_WHAT NEEDS TO BE DONE_.
The lines to copy are those in the records below that hold the word "width".
*** Opening RECORDED INFORMATION ***
//! The count of use as people read it.

use std::fmt::Write;

use super::Span;
use crate::keep::{Counts, Tally};
use crate::water::dials::Dial;
use crate::words::{DateStyle, Words};

/// Days by themselves only where there are no more of them than this.
const MOST_DAYS: usize = 31;
/// Between columns.
const GAP: usize = 2;

/// The whole answer.
pub(super) fn write(tally: &Tally, span: Span, words: &Words) -> String {
    let say = |id: &str| words.say(id, &[]);
    let sum = tally.sum(span.from, span.to);
    if sum.is_empty() {
        return format!("{}\n", say("tally-nothing"));
    }
    let days: Vec<_> = tally.days().filter(|(date, _)| span.holds(*date)).collect();
    let first = span.from.or(days.first().map(|(date, _)| *date));
    let last = span.to.or(days.last().map(|(date, _)| *date));
    let heading = match first.zip(last) {
        Some((first, last)) if !span.is_open() => {
            let date = |date| words.date(date, DateStyle::Long);
            words.say("tally-span", &[("from", date(first).into()), ("to", date(last).into())])
        }
        _ => say("tally-span-all"),
    };
    let mut text = format!("{heading}\n\n");
    lines(&mut text, vec![(say("tally-visits"), sum.visits), (say("tally-minutes"), sum.minutes)], words);
    let view = |(view, count): (&_, &u32)| (say(&format!("view-{}", crate::commands::show::view_key(*view))), *count);
    section(&mut text, "tally-views", sum.views.iter().map(view).collect(), words);
    let dial = |(key, count): (&String, &u32)| {
        let known = Dial::from_key(key).map(|dial| say(&Words::key_id("dial", dial.key())));
        (known.unwrap_or_else(|| named(key, words)), *count)
    };
    section(&mut text, "tally-dials", sum.dials.iter().map(dial).collect(), words);
    let plain = |(key, count): (&String, &u32)| (named(key, words), *count);
    section(&mut text, "tally-languages", sum.languages.iter().map(plain).collect(), words);
    section(&mut text, "tally-lessons", sum.lessons.iter().map(plain).collect(), words);
    if days.len() <= MOST_DAYS {
        let mut rows: Vec<_> =
            days.iter().map(|(date, counts)| (words.date(*date, DateStyle::Long), counts.visits)).collect();
        if span.is_open() {
            let rest = |id: &str, counts: &Counts| (counts.visits > 0).then(|| (say(id), counts.visits));
            rows.extend(rest("tally-undated", tally.undated()));
            rows.splice(0..0, rest("tally-earlier", tally.earlier()));
        }
        if rows.len() > 1 {
            let _ = write!(text, "\n{}\n", say("tally-visits"));
            lines(&mut text, rows, words);
        }
    }
    let _ = write!(text, "\n{}\n", say("tally-no-names"));
    text
}

fn named(key: &str, words: &Words) -> String {
    if key == "+" { words.say("tally-others", &[]) } else { key.to_owned() }
}

/// The most used first.
fn section(text: &mut String, id: &str, mut rows: Vec<(String, u32)>, words: &Words) {
    if rows.is_empty() {
        return;
    }
    rows.sort_by_key(|(_, count)| std::cmp::Reverse(*count));
    let _ = write!(text, "\n{}\n", words.say(id, &[]));
    lines(text, rows, words);
}

fn lines(text: &mut String, rows: Vec<(String, u32)>, words: &Words) {
    let rows: Vec<(String, String)> =
        rows.into_iter().map(|(name, count)| (name, words.number(count.into(), 0))).collect();
    let width = |text: &str| text.chars().count();
    let name = rows.iter().map(|(name, _)| width(name)).max().unwrap_or(0);
    let number = rows.iter().map(|(_, number)| width(number)).max().unwrap_or(0);
    for (row, count) in &rows {
        let _ = writeln!(text, "  {row}{:fill$}{count:>number$}", "", fill = name - width(row) + GAP);
    }
}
*** Closing RECORDED INFORMATION ***
_SOLUTION_.
    let width = |text: &str| text.chars().count();
    let name = rows.iter().map(|(name, _)| width(name)).max().unwrap_or(0);
    let number = rows.iter().map(|(_, number)| width(number)).max().unwrap_or(0);
        let _ = writeln!(text, "  {row}{:fill$}{count:>number$}", "", fill = name - width(row) + GAP);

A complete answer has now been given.